La República Dominicana tiene un gran potencial para desarrollar la industria extractiva, minería e hidrocarburos, según se ha comprobado mediante estudios técnicos realizados por expertos gran reputación, y que están compilados en la Base Nacional de Datos de Hidrocarburos ( www.bndh.gob.do ).
Pero estas riquezas deberán explotarse de manera responsable y sostenible, no solamente desde lo ambiental, sino en lo social y económico, y fundamentarse en una visión donde el ser humano sea el centro de las políticas públicas.
De hacerse así su explotación contribuiría enormemente a reducir la pobreza y la desigualdad. Por el contrario, hacerlo de manera irresponsable sería una maldición.
La experiencia en nuestro país ha sido funesta. Los conquistadores nos cambiaban el oro por espejitos, y nos quedó un estrago medioambiental de las explotaciones de Bauxita por la Alcoa, en Pedernales, y de oro, en Cotuí, por la Rosario Dominicana, aun siendo manejada por el Estado. Igual recordamos los pasivos ambientales que dejó la original Falconbridge, hoy en proceso de remediación en virtud del compromiso que se logró para que la empresa y sus nuevos socios asumieran solidariamente ese compromiso. Todo esto, así como el desastre en la explotación de la minería artesanal y la no metálica, han fomentado una concepción anti minera muy arraigada en nuestra sociedad, a pesar de los cambios positivos en tecnología y manejo ambiental logrados en los últimos años por las principales empresas mineras del país y el aporte a las finanzas públicas de la Barrick Gold, que sería una mezquindad no reconocer.
Pero todavía falta un largo camino que recorrer.
La ley 146-71, del 4 de junio de 1971, que rige la actividad minera no solo es obsoleta, sino que sus normas no protegen los intereses nacionales, ni en lo económico, ni en lo social y mucho menos en lo ambiental. Es una ley que ha permitido que empresas que explotan nuestras riquezas no renovables lo hagan sin paga o pagando poquísimo por lo que extraen, dejando pasivos ambientales costosos y difíciles de remediar.

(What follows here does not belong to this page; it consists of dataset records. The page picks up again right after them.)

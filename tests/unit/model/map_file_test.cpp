// SPDX-License-Identifier: GPL-2.0-or-later
#include "model/map_file.h"

#include <gtest/gtest.h>

#include <cmath>
#include <numeric>

#include "base/error.h"
#include "io/fits_map_read.h"
#include "support/messages.h"
#include "support/sky_builder.h"

namespace foreglow {
namespace {

using testing::fits_map;
using testing::has;
using testing::message_of;

class MapFiles : public ::testing::Test {
  protected:
    StudySpec study(bool polarized = true) const {
        StudySpec spec = testing::study_spec(4, {testing::channel_spec("a", 30)}, polarized);
        spec.precision = MapPrecision::Float64;
        return spec;
    }
    // Writes value p + 1000 c in pixel p of column c, in pieces of odd sizes, and reads the file again.
    FitsMap write_and_read(const StudySpec& spec, const Coverage* coverage = nullptr) const {
        std::vector<FitsMapColumnName> names{{"I_STOKES", "uK_CMB"}};
        if (spec.polarized) names.insert(names.end(), {{"Q_STOKES", "uK_CMB"}, {"U_STOKES", "uK_CMB"}});
        MapFile file(folder_ / "map.fits", make_study_layout(spec, coverage, names, spec.polarized),
                     spec.polarized);
        for (std::int64_t first = 0; first < 192; first += 50) {
            const std::int64_t count = std::min<std::int64_t>(50, 192 - first);
            std::vector<std::vector<double>> values(names.size());
            std::vector<std::span<double>> columns;
            for (std::size_t c = 0; c < names.size(); ++c) {
                for (std::int64_t i = 0; i < count; ++i)
                    values[c].push_back(static_cast<double>(first + i) + 1000.0 * static_cast<double>(c));
                columns.emplace_back(values[c]);
            }
            file.write(first, columns);
        }
        file.finish();
        FitsMapRequest request;
        request.path = folder_ / "map.fits";
        for (const FitsMapColumnName& name : names)
            request.columns.emplace_back(name.name);
        return read_fits_map(request);
    }
    StudySpec with_coverage(const testing::FitsMapBuilder& map) const {
        map.write(folder_ / "cover.fits");
        StudySpec spec = study();
        spec.coverage = folder_ / "cover.fits";
        spec.coverage_place = "study.toml:9:1";
        return spec;
    }
    testing::TemporaryFolder folder_;
};

TEST_F(MapFiles, KeepEveryPixelInEitherOrderAndConvention) {
    for (const Ordering ordering : {Ordering::Ring, Ordering::Nested})
        for (const auto convention : {PolarizationConvention::Cosmo, PolarizationConvention::Iau}) {
            StudySpec spec = study();
            spec.ordering = ordering;
            spec.convention = convention;
            spec.frame = Frame::Ecliptic;
            const FitsMap map = write_and_read(spec);
            EXPECT_EQ(map.file_ordering, ordering);
            EXPECT_EQ(map.convention, convention);
            EXPECT_EQ(map.frame, Frame::Ecliptic);
            const double sign = convention == PolarizationConvention::Iau ? -1 : 1;
            for (std::size_t p = 0; p < 192; ++p) {
                const auto value = static_cast<double>(p);
                EXPECT_EQ(map.columns[0].values[p], value);
                EXPECT_EQ(map.columns[1].values[p], value + 1000);
                EXPECT_EQ(map.columns[2].values[p], sign * (value + 2000));
            }
        }
}

TEST_F(MapFiles, WithoutPolarizationNothingIsNegatedAndNoConventionWritten) {
    StudySpec spec = study(false);
    spec.convention = PolarizationConvention::Iau;
    const FitsMap map = write_and_read(spec);
    EXPECT_FALSE(map.convention.has_value());
    EXPECT_EQ(map.columns[0].values[77], 77.0);
}

TEST_F(MapFiles, ACoverageLimitsThePixelsInEitherOrder) {
    std::vector<double> wanted(192, 0.0);
    for (const std::size_t p : {3U, 50U, 51U, 190U})
        wanted[p] = 1;
    wanted[7] = std::nan("");
    for (const Ordering ordering : {Ordering::Ring, Ordering::Nested}) {
        StudySpec spec = with_coverage(fits_map(4, {wanted}));
        spec.ordering = ordering;
        const Coverage coverage = read_study_coverage(spec);
        EXPECT_EQ(coverage.ring_pixels, (std::vector<std::int64_t>{3, 50, 51, 190}));
        EXPECT_TRUE(std::is_sorted(coverage.file_pixels.begin(), coverage.file_pixels.end()));
        const FitsMap map = write_and_read(spec, &coverage);
        EXPECT_TRUE(map.partial);
        EXPECT_EQ(map.undefined, 188);
        for (std::size_t p = 0; p < 192; ++p) {
            EXPECT_EQ(is_defined(map.columns[0].values[p]), wanted[p] == 1);
            EXPECT_TRUE(wanted[p] != 1 || map.columns[2].values[p] == 2000 + static_cast<double>(p));
        }
    }
}

TEST_F(MapFiles, ACoverageMustFitTheStudy) {
    const auto message = [&](const StudySpec& spec) {
        return message_of<InputError>([&] { return read_study_coverage(spec); });
    };
    const std::string start = "study.toml:9:1: the coverage cover.fits ";
    EXPECT_TRUE(has(message(with_coverage(fits_map(2, {std::vector<double>(48, 1)}))),
                    start + "has nside 2 but the study has 4"));
    EXPECT_TRUE(
        has(message(with_coverage(fits_map(4, {std::vector<double>(192, 1)}).card("COORDSYS", "'C       '"))),
            start + "is in icrs but the study in galactic"));
    EXPECT_TRUE(
        has(message(with_coverage(fits_map(4, {std::vector<double>(192, 0)}))), start + "wants no pixel"));
}

TEST_F(MapFiles, TheLayoutSaysWhatTheStudySays) {
    StudySpec spec = study();
    spec.precision = MapPrecision::Float32;
    spec.ordering = Ordering::Nested;
    const FitsMapLayout layout = make_study_layout(spec, nullptr, {{"X", ""}}, false);
    EXPECT_EQ(layout.nside, 4);
    EXPECT_FALSE(layout.float64 || layout.convention || layout.pixels);
    EXPECT_EQ(layout.ordering, Ordering::Nested);
    EXPECT_TRUE(make_study_layout(study(), nullptr, {{"X", ""}}, true).float64);
}

}  // namespace
}  // namespace foreglow
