// SPDX-License-Identifier: GPL-2.0-or-later
#include "model/transform_plan.h"

#include <algorithm>
#include <cmath>
#include <numeric>

namespace foreglow {
namespace {

constexpr std::size_t most_windows = 32;

BeamWindow unit_window(int lmax) {
    return make_gaussian_beam(Angle(), lmax);
}

}  // namespace

BeamWindow channel_window(const Channel& channel, const HarmonicOptions& options) {
    BeamWindow window = channel.beam ? *channel.beam : unit_window(options.lmax);
    if (options.pixel_window) window = product(window, *options.pixel_window);
    return window;
}

std::array<WindowSet, 2> collect_windows(std::span<const BeamWindow> windows) {
    std::array<WindowSet, 2> sets;
    for (std::size_t kind = 0; kind < sets.size(); ++kind) {
        WindowSet& set = sets[kind];
        for (const BeamWindow& window : windows) {
            const auto& values = kind == 0 ? window.temperature : window.polarization;
            set.widest.resize(values.size(), 0.0);
            for (std::size_t l = 0; l < values.size(); ++l)
                set.widest[l] = std::max(set.widest[l], std::abs(values[l]));
            set.all.push_back(values);
        }
        // Narrow beams after wide ones, so that every n-th keeps both ends.
        std::sort(set.all.begin(), set.all.end(), [](const auto& a, const auto& b) {
            const double in_a = std::inner_product(a.begin(), a.end(), a.begin(), 0.0);
            const double in_b = std::inner_product(b.begin(), b.end(), b.begin(), 0.0);
            return in_a != in_b ? in_a < in_b : a < b;
        });
        set.all.erase(std::unique(set.all.begin(), set.all.end()), set.all.end());
        if (set.all.size() <= most_windows) continue;
        std::vector<std::vector<double>> some;
        some.reserve(most_windows);
        for (std::size_t k = 0; k < most_windows; ++k)
            some.push_back(set.all[k * (set.all.size() - 1) / (most_windows - 1)]);
        set.all = std::move(some);
    }
    return sets;
}

TransformPlan::TransformPlan(const HealpixGrid& grid_in, int lmax_in, double tolerance_in,
                             std::array<WindowSet, 2> windows_in)
    : grid(grid_in),
      lmax(lmax_in),
      tolerance(tolerance_in),
      windows(std::move(windows_in)),
      weights(make_ring_weights(grid.nside(), std::min(2 * lmax, 3 * grid.nside() - 1))) {}

}  // namespace foreglow
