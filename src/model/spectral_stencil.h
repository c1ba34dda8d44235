// SPDX-License-Identifier: GPL-2.0-or-later
#pragma once

#include <array>

#include "base/quantity.h"

namespace foreglow {

/// Five frequencies evenly spaced in ln nu, from whose brightnesses index and curvature in the middle follow.
///
/// Central differences of fourth order (Abramowitz & Stegun 25.3): (8 (y3 - y1) - (y4 - y0))/(12 h) and (16
/// (y3 + y1) - (y4 + y0) - 30 y2)/(12 h^2); the errors are h^4/30 and h^4/90 of the fifth and the sixth
/// derivative.
class SpectralStencil {
  public:
    static constexpr std::size_t count = 5;

    SpectralStencil(Frequency middle, double step) : middle_(middle), step_(step) {}

    /// Returns the frequency of point k, 0 to 4; the middle is exact.
    [[nodiscard]] Frequency frequency(std::size_t k) const;
    /// Returns d ln T/d ln nu.
    /// @param log_t  ln T at the five
    [[nodiscard]] double index(const std::array<double, count>& log_t) const {
        return (8 * (log_t[3] - log_t[1]) - (log_t[4] - log_t[0])) / (12 * step_);
    }
    /// Returns half the second derivative.
    [[nodiscard]] double curvature(const std::array<double, count>& log_t) const {
        const double second = 16 * (log_t[3] + log_t[1]) - (log_t[4] + log_t[0]) - 30 * log_t[2];
        return 0.5 * second / (12 * step_ * step_);
    }

  private:
    Frequency middle_;
    double step_;
};

}  // namespace foreglow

Debe rescatarse el proyecto de Ley de Minería Nacional que después de tres años de discusiones se introdujo en el Senado de la República en 2019, durante la administración pasada, donde perimió.
Igual ocurrió con el anteproyecto de Ley que creaba las normas sobre el uso y destino de los fondos mineros (SINAGEREN), preparado en la gestión pasada del Ministerio de Energía y Minas, que se habrá quedado olvidado en alguna gaveta del Palacio Nacional.
Si a esto le sumamos la desconfianza en las instituciones públicas, producto del clientelismo, la ineficiencia y la corrupción, entre otras cosas, tenemos la fórmula perfecta que alimenta nuestra cultura anti minera, de la que se aprovechan los fundamentalistas medioambientales y los politiqueros para boicotear cualquier proyecto, aun antes de realizarse el estudio de impacto ambiental que exige la ley para otorgar el permiso definitivo de explotación.
Esto ha ocurrido con el Proyecto Romero que, no obstante contar con las condiciones legales, técnicas y económicas que exige la ley, no ha podido presentar a la consideración del Ministerio de Medio Ambiente su estudio de Impacto Ambiental. Esto equivale a quemar a un estudiante antes de presentar su examen. Es una oportunidad perdida que podía generar más ingresos fiscales y llevar desarrollo a las comunidades cercanas a dicha mina.
Y así habrá otras si no somos capaces de organizar el sector con una visión desarrollista y rescatamos la confianza en lo público, en nuestras instituciones y funcionarios.
Aunque podrían pensar que somos un mendigo sentado en una mina de oro, debemos cuidar de cómo la explotamos. Si no podemos hacerlo bien dejemos esas riquezas ahí, la tecnología se desarrolla a gran velocidad y llegará el día que podremos hacerlo apropiadamente, defendiendo nuestros recursos no renovables y cuidando nuestro hábitat, en beneficio de las generaciones que nos sucederán.
Ese es nuestro reto y nuestra responsabilidad.